[Saved entries]

>>>>>

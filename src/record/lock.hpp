// Cell and folder locks: one session per cell, one process per session folder (issue 13).
//
// Contract
// - Advisory locks with flock(2) on a lock file that is opened O_CLOEXEC | O_NOFOLLOW and never unlinked
//   (unlinking a lock file lets two processes hold "the same" lock on two different inodes). A released lock
//   leaves an empty file behind; that is its normal state.
// - Tries once and never waits: LOCK_NB, no retry loop, no sleep. A refusal comes back at once, with a
//   sentence for the operator naming the holder.
// - flock locks belong to the open file description, not to the process or the thread:
//     * two FileLocks on the same path in one process exclude each other like two processes do;
//     * a child made by fork() shares the parent's description (and so its lock) until it exits or execs;
//       O_CLOEXEC keeps the lock out of exec'd programs (the simulator, a browser for the PDF);
//     * the lock ends when the FileLock is destroyed or released, or when the process dies, however it dies
//       (kill -9 included): the kernel drops it with the last descriptor.
// - Local file systems only. flock over NFS is either not supported or emulated with byte-range locks that
//   behave differently; keep lock_dir() on a local file system (tmpfs under /run/lock is the default).
// - What the file says (one JSON line, written by exclusive holders only):
//     {"pid":N,"command":"run","folder":"...","utc":"...","host":"..."}
//   Shared holders (a link-check that moves nothing) write nothing: there may be several of them and none may
//   overwrite an exclusive holder's line. A process refused because only shared holders are present is told
//   "<what> busy: a link-check is using the <what>"; one refused by an exclusive holder is told who it is.
//   An exclusive holder clears the file before it unlocks, so a non-empty file found by a process that has
//   just obtained the lock can only have been left by a holder that died: that is a stale lock, reported
//   through `took_over_stale` and cleared (by exclusive and shared acquirers alike).
// - Never throws from try_acquire, the destructor, release() or the move operations. lock_dir() throws
//   std::runtime_error only when the per-user fallback directory cannot be made or is unsafe (see there).
#pragma once

#include <sys/types.h>

#include <optional>
#include <string>

namespace loadtrim::record {

// Who holds a lock, as written into the lock file by an exclusive holder.
struct LockHolder {
  long pid = 0;
  std::string command;  // "run", "resume", "check", "link-check", "approve"
  std::string folder;   // the session (or check) folder the holder writes
  std::string utc;      // when it took the lock, record::utc_now() form
  std::string host;     // gethostname(); informational (locks are local, see above)
};

// run/resume/check take the cell exclusively; a link-check that moves nothing takes it shared.
enum class LockMode { exclusive, shared };

// One held lock. Movable, not copyable; released on destruction.
class FileLock {
 public:
  // Opens (creating it if needed) the lock file at `path` and tries once to lock it in `mode`.
  // On success: in exclusive mode, writes `me` into the file as one JSON line; returns the lock. If the file
  //   named a holder that is no longer holding it, *took_over_stale (when given) is set to
  //   "a stale lock of pid N (<command>, <folder>) was taken over: that process is gone" (or a variant naming
  //   why the pid could not be confirmed gone: alive again under another process, or on another host), for
  //   the caller's log; otherwise it is cleared.
  // On refusal: returns nullopt; `busy` is one sentence for the operator, `what` being "cell" or "folder":
  //   "<what> busy: session <folder>, pid <N> (<command> since <utc>)"   an exclusive holder
  //   "<what> busy: a link-check is using the <what>"                    shared holders only
  //   "<what> busy: held by another process that has not named itself (lock file <path>)"
  //                                                                      its line is unwritten or unreadable
  //   "cannot lock <path>: <reason>"                                    the file cannot be opened, locked or
  //                                                                      written (not a busy cell)
  //   A stale line that cannot be parsed is still taken over; *took_over_stale then says so without a pid.
  // Never blocks, never throws (allocation failure aside).
  static std::optional<FileLock> try_acquire(const std::string& path, LockMode mode, const LockHolder& me,
                                             const std::string& what, std::string& busy,
                                             std::string* took_over_stale = nullptr);

  FileLock(FileLock&& other) noexcept;
  FileLock& operator=(FileLock&& other) noexcept;  // releases what this held first
  FileLock(const FileLock&) = delete;
  FileLock& operator=(const FileLock&) = delete;
  ~FileLock();  // release(); never throws

  // Releases now (idempotent). An exclusive holder clears the file first. Only the process that took the lock
  // clears and unlocks: in a fork()ed child that never exec'd, release() just closes its copy of the
  // descriptor, so a child leaving early does not drop its parent's lock.
  void release() noexcept;

  bool held() const noexcept { return fd_ >= 0; }
  LockMode mode() const noexcept { return mode_; }
  const std::string& path() const noexcept { return path_; }

 private:
  FileLock(int fd, std::string path, LockMode mode) noexcept;

  int fd_ = -1;
  std::string path_;
  LockMode mode_ = LockMode::exclusive;
  pid_t owner_pid_ = 0;
};

// Where cell locks live: $LOADTRIM_LOCK_DIR if set and not empty (created with mode 0700 if missing; returned
// as given either way, a failure shows up when a lock is tried); else /run/lock/loadtrim if it exists or can
// be created and is writable (created with mode 1777, like /tmp, so that operators under different accounts
// exclude each other on one cell; lock files in it are made 0666 for the same reason); else
// /tmp/loadtrim-locks-<uid>, created with mode 0700. Throws std::runtime_error if that fallback cannot be
// created, or exists but is not a directory owned by this user with mode 0700 (another account could
// otherwise plant or remove locks). A system-wide directory that exists but is not writable by this account
// (made by another one without mode 1777) silently sends this account to its own fallback, where it no longer
// excludes the others: make /run/lock/loadtrim mode 1777, or set LOADTRIM_LOCK_DIR for every operator.
std::string lock_dir();

// The lock file for one controller endpoint: <dir>/cell-<key>.lock, the key percent-encoded (bytes other than
// letters, digits, '-', '_', '.' become %XX), so distinct keys never share a file and no key makes a
// subdirectory ("serial-/dev/ttyUSB0" -> "cell-serial-%2Fdev%2FttyUSB0.lock"). Keys too long for a file name
// are shortened to a prefix plus their SHA-256. Pass a canonical key (two cells files naming the same
// controller must produce the same key, e.g. "tcp-127.0.0.1-7301"): the lock is only as good as that.
std::string cell_lock_path(const std::string& dir, const std::string& endpoint_key);

}  // namespace loadtrim::record
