#include "record/vehicle_history.hpp"

#include <filesystem>
#include <fstream>
#include <nlohmann/json.hpp>

#include "record/session_folder.hpp"

namespace loadtrim::record {

namespace fs = std::filesystem;

namespace {
// The record format's road-load members (session::to_json writes the same; events_test checks that a history
// file reads back through session::road_load_from_json). record/ lies below session/, so it spells them here.
nlohmann::json road_load_json(const core::RoadLoad& c) {
  return {{"f0_n", c.f0_n}, {"f1_n_per_kmh", c.f1_n_per_kmh}, {"f2_n_per_kmh2", c.f2_n_per_kmh2}};
}
core::RoadLoad road_load_of(const nlohmann::json& j) {
  return {j.at("f0_n").get<double>(), j.at("f1_n_per_kmh").get<double>(),
          j.at("f2_n_per_kmh2").get<double>()};
}
}  // namespace

std::string vehicle_history_file(const std::string& dir, const std::string& cell_name,
                                 const std::string& vehicle_id) {
  return (fs::path(dir) / identity_name(cell_name) / (safe_name(vehicle_id) + ".json")).string();
}

std::optional<core::HistoryEntry> load_vehicle_history(const std::string& file, std::string* error) {
  std::ifstream in(file);
  if (!in) return std::nullopt;
  try {
    const auto j = nlohmann::json::parse(in);
    core::HistoryEntry h;
    h.utc = j.at("utc").get<std::string>();
    h.target = road_load_of(j.at("target"));
    h.final_set = road_load_of(j.at("final_set"));
    return h;
  } catch (const std::exception& e) {
    if (error) *error = e.what();
    return std::nullopt;
  }
}

bool save_vehicle_history(const std::string& file, const std::string& vehicle_id, const std::string& session,
                          const core::RoadLoad& target, const core::RoadLoad& final_set, std::string& error) {
  std::error_code ec;
  fs::create_directories(fs::path(file).parent_path(), ec);
  const nlohmann::json j = {{"utc", utc_now()},
                            {"vehicle", vehicle_id},
                            {"session", session},
                            {"target", road_load_json(target)},
                            {"final_set", road_load_json(final_set)}};
  return write_durable(file, j.dump(2) + "\n", error);
}

}  // namespace loadtrim::record
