#pragma once
// The one JSON spelling of a road-load curve in every record, history file and result the tool writes:
// {"f0_n", "f1_n_per_kmh", "f2_n_per_kmh2"} (N, N/(km/h), N/(km/h)²). Everything that writes or reads a curve
// as JSON goes through these, so the member names are spelt once.
#include <array>
#include <nlohmann/json_fwd.hpp>
#include <string_view>

#include "core/road_load.hpp"

namespace loadtrim::record {

// The members, in the order f0, f1, f2 (for readers that trace a value to its record path).
inline constexpr std::array<std::string_view, 3> kRoadLoadMembers{"f0_n", "f1_n_per_kmh", "f2_n_per_kmh2"};

nlohmann::json road_load_json(const core::RoadLoad& c);
// Its inverse; throws nlohmann::json::exception when a member is missing or not a number.
core::RoadLoad road_load_from_json(const nlohmann::json& j);
// True when j is an object holding the three members as numbers.
bool is_road_load_json(const nlohmann::json& j);

// The member of a coast-down record that holds its measured coefficients (As, Bs, Cs; the standard's
// "simulated"): "measured", or "simulated" in folders written before the name was unified.
std::string_view measured_member(const nlohmann::json& coastdown_record);

}  // namespace loadtrim::record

<<<<<

= Aim of the exercise =
Find "session <folder>, pid" in the entries above and copy that whole line exactly, then each line after it through the line that contains "std::string path_;".

= Output below =
  //   "<what> busy: session <folder>, pid <N> (<command> since <utc>)"   an exclusive holder
  //   "<what> busy: a link-check is using the <what>"                    shared holders only
  //   "<what> busy: held by another process that has not named itself (lock file <path>)"
  //                                                                      its line is unwritten or unreadable
  //   "cannot lock <path>: <reason>"                                    the file cannot be opened, locked or
  //                                                                      written (not a busy cell)
  //   A stale line that cannot be parsed is still taken over; *took_over_stale then says so without a pid.
  // Never blocks, never throws (allocation failure aside).
  static std::optional<FileLock> try_acquire(const std::string& path, LockMode mode, const LockHolder& me,
                                             const std::string& what, std::string& busy,
                                             std::string* took_over_stale = nullptr);

  FileLock(FileLock&& other) noexcept;
  FileLock& operator=(FileLock&& other) noexcept;  // releases what this held first
  FileLock(const FileLock&) = delete;
  FileLock& operator=(const FileLock&) = delete;
  ~FileLock();  // release(); never throws

  // Releases now (idempotent). An exclusive holder clears the file first. Only the process that took the lock
  // clears and unlocks: in a fork()ed child that never exec'd, release() just closes its copy of the
  // descriptor, so a child leaving early does not drop its parent's lock.
  void release() noexcept;

  bool held() const noexcept { return fd_ >= 0; }
  LockMode mode() const noexcept { return mode_; }
  const std::string& path() const noexcept { return path_; }

 private:
  FileLock(int fd, std::string path, LockMode mode) noexcept;

  int fd_ = -1;
  std::string path_;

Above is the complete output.